Fires at biomass facilities typically start from boiler fires, spontaneous combustion of fermenting woodchip or sawdust piles, or wood dust explosions, according to the Institution of Fire Engineers.

The most recent biomass incinerator accident occured on June 2, 2013 where a wood-burning biomass incinerator caught on fire at Hexham's Egger UK Chipboard Plant in Hexham, UK.

A boiler at the Buena Vista Biomass Power Plant in Amador County, California ruptured on May 30, 2013. Two people were injured, one seriously (airlifted to Sacramento Hospital with burns and cuts) from the "catastrophic mechanical failure."

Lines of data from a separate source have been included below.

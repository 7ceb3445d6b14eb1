"""Similarity queries against the current generation: image files in, neighbours out.

Each query is answered on its own: a query file that cannot be read gets an
error entry and the others still answer.
"""

from __future__ import annotations

import logging
import os
from pathlib import Path
from typing import Collection, Iterator, Sequence

import numpy as np
from PIL import Image, ImageOps

from ..core.errors import ImageReadError, NotFoundError, NotReadyError
from ..learning.embed import embed_images
from ..reading.images import ImageInfo, read_image
from ..storage.store import Store
from . import index as faiss_index
from .generations import require_current

log = logging.getLogger(__name__)

QUERY_BATCH = 32
BACKGROUND_K = 10  # neighbours averaged for a query's background statistic (Pizzi et al. use 10, from memory)
BACKGROUND_SEARCH = 32  # neighbours searched for it: room for 21 copies of the query to be skipped


def background_statistic(sims: Sequence[float], k: int = BACKGROUND_K, copy_threshold: float = np.inf) -> float:
    """The mean of a query's k best similarities in the collection after its closest one and every one
    at or above `copy_threshold` are skipped (0 when none is left).

    Query-adaptive score normalisation (Pizzi et al. 2022, "A self-supervised descriptor for
    image copy detection", sec. 3.3) subtracts beta times this from every score of the query,
    so a score says how far a candidate stands out from what the query resembles anyway: a
    textured photo's many look-alikes no longer score like copies. The background set is the
    generation's own index; the closest one is skipped since it is the copy, if there is one, and
    so are the scores the generation calls copies, so that an image with several copies in the
    collection is not measured against its own copies."""
    ranked = sorted(sims, reverse=True)[1:]
    ranked = [s for s in ranked if s < copy_threshold][:k]
    return float(np.mean(ranked)) if ranked else 0.0


def expand_queries(paths: Sequence[str], extensions: tuple[str, ...]) -> list[str]:
    """Each PATH as given, or for a folder, the image files under it (sorted)."""
    out: list[str] = []
    for given in paths:
        path = Path(given)
        if path.is_dir():
            found = sorted(
                str(Path(dirpath) / name)
                for dirpath, _dirs, names in os.walk(path)
                for name in names
                if os.path.splitext(name)[1].lower() in extensions
            )
            if not found:
                log.warning("no image files under %s", given)
            out.extend(found)
        else:
            out.append(str(given))
    return out


def read_query(given: str, max_side: int):
    """A query file's pixels for searching (longest side `max_side`); NotFoundError when there is no such
    file, ImageReadError when it is not a readable image."""
    if not Path(given).exists():
        raise NotFoundError(f"no such file: {given}")
    return read_image(given, max_side=max_side)[0]


def read_queries(paths: Sequence[str], max_side: int) -> list:
    """`read_query` of each path, decoded on every core at once (indexer/core/cores.py): per path its image, or
    the NotFoundError or ImageReadError that says why there is none."""
    from ..core.cores import each_on_cores

    def one(given):
        try:
            return read_query(given, max_side)
        except (ImageReadError, NotFoundError) as exc:
            return exc

    return each_on_cores(one, list(paths))
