"""Build and publish a generation from scratch: the index over every embedded file, and its groups.

`full_build` is the full build (whitening fitted, index built and tuned, calibration,
every pair, every group) and `recalibrated` the current generation calibrated again;
each returns a `publish.Built` that `refresh.make_generation`, the one entry, publishes.
`refresh.py` updates a previous generation instead when that is cheaper, and shares the
calibration (`calibrate_thresholds`) and grouping (`regroup`) steps defined here.
"""

from __future__ import annotations

import hashlib
import json
import logging
import time
from dataclasses import dataclass, field
from typing import Any

import numpy as np

from ..core.errors import ImageReadError, NotReadyError
from ..core.pause import pause_at
from ..learning.classic import DEFAULT_CLASSIC_WEIGHT
from ..learning.model import read_card
from ..matching import generations
from ..matching import index as faiss_index
from ..matching.fusion import fit_classic_weight
from ..matching.groups import build_groups
from ..matching.index_spec import choose_spec
from ..matching.regions import regions_extra, regions_for_generation
from ..matching.whiten import fit_whitening
from ..reading.images import read_image
from ..storage.store import Store
from .publish import Built

log = logging.getLogger(__name__)

TUNE_QUERIES = 2_000


def load_vectors(store: Store, model: str) -> tuple[np.ndarray, np.ndarray]:
    """(ids, xb) for every present readable file embedded under `model`, read block by block
    (raw encoder output: a generation's whitening is applied by the caller)."""
    ids_blocks, xb_blocks = [], []
    for ids, xb in store.catalog.iter_file_vectors(model):
        ids_blocks.append(ids)
        xb_blocks.append(xb)
    if not ids_blocks:
        return np.zeros(0, np.int64), np.zeros((0, 0), np.float32)
    return np.concatenate(ids_blocks), np.ascontiguousarray(np.concatenate(xb_blocks))


def whitened_vectors(store: Store, model: str, whitening, ids: np.ndarray | None = None) -> tuple[np.ndarray, np.ndarray]:
    """(ids, xb) in a generation's descriptor space (`whitening`, whiten.Whitening): every present readable
    file embedded under `model` (`load_vectors`), or the files `ids` in that order. The one way every stage
    that searches or groups gets a generation's vectors."""
    if ids is None:
        ids, xb = load_vectors(store, model)
        return ids, (whitening.apply(xb) if len(ids) else xb)
    ids = np.asarray(ids, np.int64)
    if len(ids) == 0:
        return ids, np.zeros((0, 0), np.float32)  # no row to say the width from: callers that search pass index.d
    stored = store.catalog.file_vectors(ids.tolist(), model)
    return ids, whitening.apply(np.stack([stored[int(i)] for i in ids]))


def pixel_hash(path: str) -> str:
    """Hash of the decoded, upright RGB pixels at full size: equal for the same picture saved twice."""
    im, _info = read_image(path)
    digest = hashlib.blake2b(digest_size=32)
    digest.update(f"{im.width}x{im.height}".encode())
    digest.update(im.tobytes())
    return digest.hexdigest()


def _add_pixel_hashes(store: Store, meta: dict, a: np.ndarray, b: np.ndarray, sims: np.ndarray, t_near: float) -> None:
    """Decode in full only the files that could be the same pixels: near pairs of equal size, different bytes."""
    wanted = set()
    for i, j, s in zip(a.tolist(), b.tolist(), sims.tolist()):
        x, y = meta[i], meta[j]
        if s >= t_near and (x["width"], x["height"]) == (y["width"], y["height"]) and x["content_hash"] != y["content_hash"]:
            wanted.update(k for k in (i, j) if meta[k]["pixel_hash"] is None)
    computed: dict[str, str] = {}
    for k in sorted(wanted):
        digest = meta[k]["content_hash"]
        if digest not in computed:
            try:
                computed[digest] = pixel_hash(meta[k]["path"])
            except (ImageReadError, OSError) as exc:  # the file changed since the scan: skip it
                log.warning("cannot hash pixels of %s: %s", meta[k]["path"], exc)
                continue
        meta[k]["pixel_hash"] = computed[digest]
    if computed:
        store.catalog.set_pixel_hashes(computed)
        log.info("hashed the pixels of %d candidate contents", len(computed))


def compute_pairs(index, ids: np.ndarray, xb: np.ndarray, t_similar: float):
    """Every pair of `ids` at or above `t_similar` (FAISS range search, exact cosines from `xb`); on an IVF
    index with the nprobe that finds 0.99 of the exact pairs on a sample (`index.tune_pair_search`)."""
    tuned = faiss_index.tune_pair_search(index, xb, ids, t_similar)
    a, b, sims = faiss_index.range_pairs(index, xb, ids, t_similar, params=tuned["params"])
    # An index read back from a generation may hold files quarantined or removed since: drop their pairs.
    known = np.isin(a, ids) & np.isin(b, ids)
    return a[known], b[known], sims[known]


def verify_floor_of(thresholds: dict) -> float:
    """The cosine from which verified neighbours count: the calibration's floor, else the similar threshold."""
    return float(thresholds.get("verify_floor", thresholds["similar"]))


def with_verified_pairs(store: Store, index, q_ids: np.ndarray, xq: np.ndarray, pairs, thresholds: dict):
    """`pairs` (a, b, sims) joined by the verified pairs among the queries' closest neighbours
    (indexer/matching/pair_verify.py): a heavily edited copy joins its group on geometric evidence."""
    from ..matching.pair_verify import verified_pairs

    top = int(store.settings.verify_top)
    if top <= 0 or len(q_ids) == 0:
        return pairs
    floor = verify_floor_of(thresholds)
    va, vb, vs = verified_pairs(store, index, q_ids, xq, top=top, floor=floor, t_near=thresholds["near"])
    a, b, sims = pairs
    return faiss_index.canonical_pairs(np.r_[a, va], np.r_[b, vb], np.r_[sims, vs].astype(np.float32))


def with_asked_pairs(store: Store, space: "Space", q_ids: np.ndarray, xq: np.ndarray, pairs, thresholds: dict):
    """`pairs` joined by the strongly verified results of the files `q_ids` (rows `xq`), each asked through the
    query path over `space` (indexer/matching/pair_ask.py); unchanged when `ask_pairs` is off, verification is
    off or the space has no model to ask with."""
    if not (store.settings.ask_pairs and int(store.settings.verify_top) > 0 and space.model_dir is not None
            and space.index is not None and len(q_ids)):
        return pairs
    from ..learning.runtime import load_encoder
    from ..matching.pair_ask import asked_pairs
    from ..matching.query import Searcher

    encoder, card = load_encoder(space.model_dir, store.settings.runtime)
    searcher = Searcher.for_build(store, space.index, space.whitening, encoder, card, thresholds["near"],
                                  regions=space.regions)
    va, vb, vs = asked_pairs(searcher, q_ids, xq, t_near=thresholds["near"])
    a, b, sims = pairs
    return faiss_index.canonical_pairs(np.r_[a, va], np.r_[b, vb], np.r_[sims, vs].astype(np.float32))
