def test_negatives_leave_out_planted_duplicates(store_dir):
    """Contamination: the exact copy and a pair a person marked "same" are among each other's
    closest neighbours; the hard negatives must exclude exactly those pairs (counted with hashlib)."""
    from nearsight.indexer.building.build import load_vectors
    from nearsight.indexer.calibration.calibrate import neighbour_hits
    from nearsight.indexer.matching.generations import require_current

    with Store.open(store_dir, settings=load_settings(environ={})) as store:
        gen = require_current(store)
        ids, xb = load_vectors(store, gen.meta["model"])
        xb = gen.load_whitening().apply(xb)
        index = gen.load_index()
        meta = store.catalog.image_meta(ids.tolist())
        digests = {}
        for i in ids.tolist():
            digests[i] = hashlib.blake2b(open(meta[i]["path"], "rb").read(), digest_size=32).hexdigest()
        same_bytes_directed = sum(1 for i in ids.tolist() for j in ids.tolist() if i != j and digests[i] == digests[j])
        rows = np.arange(len(ids))
        hits, excluded = neighbour_hits(store, index, ids, xb, rows, -1.0, meta, set())
        assert excluded["same-bytes"] == same_bytes_directed == 2
        # Mark scene00 and its small copy "same": that pair leaves the negatives too.
        by_name = {meta[i]["path"].rsplit("/", 1)[1]: i for i in ids.tolist()}
        a, b = by_name["scene00.png"], by_name["scene00-small.jpg"]
        content = store.catalog.content_ids_of([a, b])
        hits2, excluded2 = neighbour_hits(store, index, ids, xb, rows, -1.0, meta, {tuple(sorted(content.values()))})
        assert excluded2["person-same"] == 2 and len(hits2) == len(hits) - 2
        # Without the exclusion the same-bytes pairs (cosine 1) would count as wrong pairs.
        unique = {i: dict(m, content_hash=str(i), pixel_hash=None) for i, m in meta.items()}
        hits3, _ = neighbour_hits(store, index, ids, xb, rows, -1.0, unique, set())
        assert len(hits3) == len(hits) + 2 and (hits3 >= 1 - 1e-5).sum() >= (hits >= 1 - 1e-5).sum() + 2


def test_calibrate_command_summary_precision_flag_and_verdict_import(store_dir, run_cli, tmp_path):
    before = (store_dir / "generations" / (store_dir / "generations" / "CURRENT").read_text().strip())
    proc = run_cli("calibrate", "--store", store_dir, "--target-precision", "0.95", check_exit=0)
    assert re.search(r"threshold -?\d\.\d{3} for precision 0\.95 \(\S+-\S+\): about [\d,]+ wrong pairs expected "
                     r"among [\d,]+ called duplicates; recall \d\.\d\d", proc.stdout), proc.stdout
    # The recalibrated generation shares its index with the one it recalibrates (a hard link: the same inode),
    # and `verify` finds it whole (checksums in its checksums.json).
    after = (store_dir / "generations" / (store_dir / "generations" / "CURRENT").read_text().strip())
    assert after != before and (after / "index.faiss").stat().st_ino == (before / "index.faiss").stat().st_ino
    run_cli("verify", "--store", store_dir, check_exit=0)
    # --precision picks a threshold from the stored curve; both flags at once is a usage error.
    proc = run_cli("similar", str(store_dir.parent / "photos" / "scene03.png"), "--store", store_dir,
                   "--precision", "0.9", "--json", "-k", "2", check_exit=None)
    if proc.returncode == 0:
        assert json.loads(proc.stdout.splitlines()[0])["results"][0]["descriptor_similarity"] > 0.99
    else:  # 0.9 is not reachable on this tiny store: said in one line
        assert "no threshold reaches precision 0.9" in proc.stderr
    proc = run_cli("groups", "--store", store_dir, "--precision", "0.9", "--threshold", "0.5", check_exit=2)
    assert "not both" in proc.stderr
    # Verdicts from CSV: paths or ids; a bad row stores nothing.
    photos = store_dir.parent / "photos"
    good = tmp_path / "v.csv"
    with open(good, "w", newline="") as fh:
        w = csv.writer(fh)
        w.writerow(["a", "b", "verdict", "note"])
        w.writerow([photos / "scene01.png", photos / "scene01-small.jpg", "same", "resized copy"])
        w.writerow([photos / "scene01.png", photos / "scene02.png", "different", ""])
    bad = tmp_path / "bad.csv"
    bad.write_text(good.read_text() + f"{photos / 'scene03.png'},{photos / 'nowhere.png'},same,\n")
    proc = run_cli("verdicts", "import", bad, "--store", store_dir, check_exit=2)
    assert "nowhere.png" in proc.stderr and "neither an image id nor a catalogued path" in proc.stderr
    run_cli("verdicts", "import", good, "--store", store_dir, check_exit=0)
    proc = run_cli("verdicts", "show", "--store", store_dir, "--json", check_exit=0)
    assert json.loads(proc.stdout) == {"pairs": 2, "same": 1, "different": 1}
    # The same file format feeds fine-tuning: an image id becomes its catalogued path.
    from nearsight.indexer.storage.store import Store
    from nearsight.indexer.calibration.verdicts import verdict_file_pairs

    with Store.open(store_dir) as store:
        first = store.catalog.file_id_for_path((photos / "scene01.png").resolve())
        ids = tmp_path / "ids.csv"
        ids.write_text(f"a,b,verdict\n{first},{photos / 'scene02.png'},different\n")
        [(a, b, same)] = verdict_file_pairs(store, ids)
        assert (a.resolve(), b, same) == ((photos / "scene01.png").resolve(), photos / "scene02.png", False)
        ids.write_text(f"a,b,verdict\n{first},999999,same\n")
        with pytest.raises(UsageError, match="no image with id 999999"):
            verdict_file_pairs(store, ids)


def test_calibration_refuses_a_store_too_small_to_measure(tmp_path):
    from nearsight.indexer.building.refresh import make_generation
    from nearsight.indexer.calibration.calibrate import CalibrationConfig

    folder = tmp_path / "few"
    folder.mkdir()
    for i in range(10):
        _scene(folder / f"s{i}.png", seed=i)
    with Store.open(tmp_path / "store", create=True, settings=load_settings(environ={})) as store:
        summary = run_index(store, [folder], progress=False, train_config=TINY)
        assert "skipped" in summary["calibration"] and summary["thresholds"]["source"] == "default"
        with pytest.raises(NotReadyError, match="at least 20 indexed images"):
            make_generation(store, build="recalibrate", calibration=CalibrationConfig())
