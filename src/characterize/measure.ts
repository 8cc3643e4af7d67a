// Reading the characterization runs: the figures of each cell type at each corner, the checks
// against what the sizing claims, and the diagnostics. Pure: runs in, a view and diagnostics out.
//
// Criteria (also printed in the report, see CRITERIA):
// - Saturation: the low output with the worst-case load must not exceed the collector-emitter
//   saturation voltage the sizing assumes (V_CE(sat), 0.2 V by default). The sizing gives every
//   low output that level and rests its noise margins on it; an output above it has left
//   saturation (the Ebers–Moll saturation voltage passes 0.2 V only as the overdrive β·I_B/I_C
//   approaches 1).
// - Low-state noise margin of each cell type as a receiver: its V_IL (unity-gain point) less the
//   highest V_OL of the cell types driving its inputs in this design (a primary input's low
//   level is the input driver's, SizedDesign.inputDriver), at least the required noise margin.
// - High-state noise margin: for diode-AND inputs, the lowest V_OH of their drivers (clamped by
//   diode-OR loads on the same net, unclamped otherwise; a primary input high is the supply, or
//   the diode-OR loads' clamp) less the cell's V_IH, at least the required margin. For diode-OR
//   inputs, which are current-driven, the supply less the driver's open-circuit level at which the
//   output reaches its low unity-gain point (through the worst-case shared pull-up): the series
//   voltage the input tolerates, as the sizing defines it.
// - Delays: with a gate delay budget, measured t_PHL and t_PLH at most the budget. Without one,
//   the measured delays stand beside the estimate; a ratio outside the estimate's stated accuracy
//   (t_PLH ±30 %, t_PHL a factor of 2: src/electrical/STATUS.md) is a warning.
// A check that fails where the sizing said the constraint passes is GW7020 (the run fails); one
// the sizing itself reported failing (given values) is GW7021 (the run fails too); a figure that
// could not be measured is GW7022.
import { diag, type Diagnostic } from "../diagnostics/index.js";
import type { CellAnalysis, SizedDesign } from "../electrical/types.js";
import { eng } from "../emit/format.js";
import type { SimulationRun } from "../simulate/run.js";
import { levelsOver, propagationDelay, sampleAt, unityGainPoints } from "../simulate/waveform.js";
import { defOfType, type CellDrive, type CellLoad } from "./loads.js";
import type { CopySetup, RunSetup } from "./netlist.js";
import type { CellCharacterization, CellFigures, CharacterizationCheck, CheckId, CornerCharacterization } from "./types.js";
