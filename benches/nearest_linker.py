"""The floor of the accuracy table: a plain nearest-neighbour linker given the right gate.

Reads a run's detections.csv (the same detections Caravan linked), links each frame to the
next greedily (closest pair first, each detection used once, pairs farther than the gate
never), and writes a tracks.csv with track_id, parent_id, frame, x, y. The gate that gives
the highest MOTA against the truth is "the right gate"; the caller scores each gate with
`caravan score` and keeps the best (benches/accuracy.sh).

    python nearest_linker.py DETECTIONS.csv GATE_PX OUT_TRACKS.csv
"""
import csv
import sys

import numpy as np
from scipy.spatial import cKDTree


def main(detections, gate, out):
    frames = {}
    with open(detections, newline="") as f:
        for row in csv.DictReader(f):
            frames.setdefault(int(row["frame"]), []).append((float(row["x"]), float(row["y"])))
    next_id = 1
    previous_ids, previous_points = [], np.empty((0, 2))
    rows = []
    for t in sorted(frames):
        points = np.array(frames[t])
        ids = [0] * len(points)
        if len(previous_points) and len(points):
            tree = cKDTree(points)
            pairs = []
            for i, hits in enumerate(tree.query_ball_point(previous_points, gate)):
                for j in hits:
                    d = float(np.hypot(*(points[j] - previous_points[i])))
                    pairs.append((d, i, j))
            pairs.sort()
            used_i, used_j = set(), set()
            for d, i, j in pairs:
                if i in used_i or j in used_j:
                    continue
                used_i.add(i)
                used_j.add(j)
                ids[j] = previous_ids[i]
        for j in range(len(points)):
            if ids[j] == 0:
                ids[j] = next_id
                next_id += 1
            rows.append((ids[j], t, points[j][0], points[j][1]))
        previous_ids, previous_points = ids, points
    rows.sort()
    with open(out, "w", newline="") as f:
        w = csv.writer(f)
        w.writerow(["track_id", "parent_id", "frame", "x", "y"])
        for tid, t, x, y in rows:
            w.writerow([tid, "", t, f"{x:.3f}", f"{y:.3f}"])


if __name__ == "__main__":
    main(sys.argv[1], float(sys.argv[2]), sys.argv[3])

The Koda Energy combined-heat-and-power biomass facility in Shakopee, Minnesota exploded on April 25, 2013, igniting a fire in two of its fuel storage silos that burned for over a week. The 23.4 megawatt facility burns wood chips, oat hulls and other organic materials to generate electricity for Xcel Energy Inc. The cause of the fire has not been determined and it’s uncertain when the facility will start up again.

The International Biomass Conference and Expo, self-described as “the largest gathering of biomass industry professionals in North America,” held an industry tour of the Shakopee incinerator on April 8, two weeks before the fire shut it down.

A 600 megawatt coal/biomass facility in Nijmegen, Netherlands exploded on November 8, 2012 due to “steam pipe overpressure,” according to owners GDF Suez. Police told residents to stay inside as steam clouds billowed into the air and ceramic wool littered the streets.

A sawdust pile at the 30-megawatt Biomass One incinerator in White Pine, Oregon burst into flames on September 15, 2012 and again on September 18. A woodchip pile had previously caught fire at the facility on July 4, 2009, likely due to spontaneous combustion, which occurs as woody material decays and heats up.

“Fermenting wood piles…are a fire risk and there are generally huge piles of woodchips and pellets on site” at biomass facilities, said Smolker. “Most processed, dried biomass/wood particles put into storage with a moisture content of 15% or more can start to heat,” according to Mike Ewall, director of Energy Justice Network. “The surrounding drier biomass insulates the heating area, supporting a rise in its temperature up to auto-ignition and combustion with oxygen levels in the biomass/wood.”

Dong Energy’s 810 megawatt biomass power incinerator in Avedore, Denmark experienced a fire on August 12, 2012 that began in its electrical conveyor system and spread to its wood pellet silos. The cause of the fire is unknown.

Three people were injured, including one person suffering severe burns, after a May 11, 2012 wood dust explosion in a wood pellet silo at the Amager Power Station in Copenhagen, Denmark, which burns biomass and coal. The fire was traced to a cleaning method called “bang and clean” which uses small explosions of oxygen and methane to clean boilers, but was used in this case to unblock a plug of wood pellets. Fire returned to the facility again on December 19, 2012.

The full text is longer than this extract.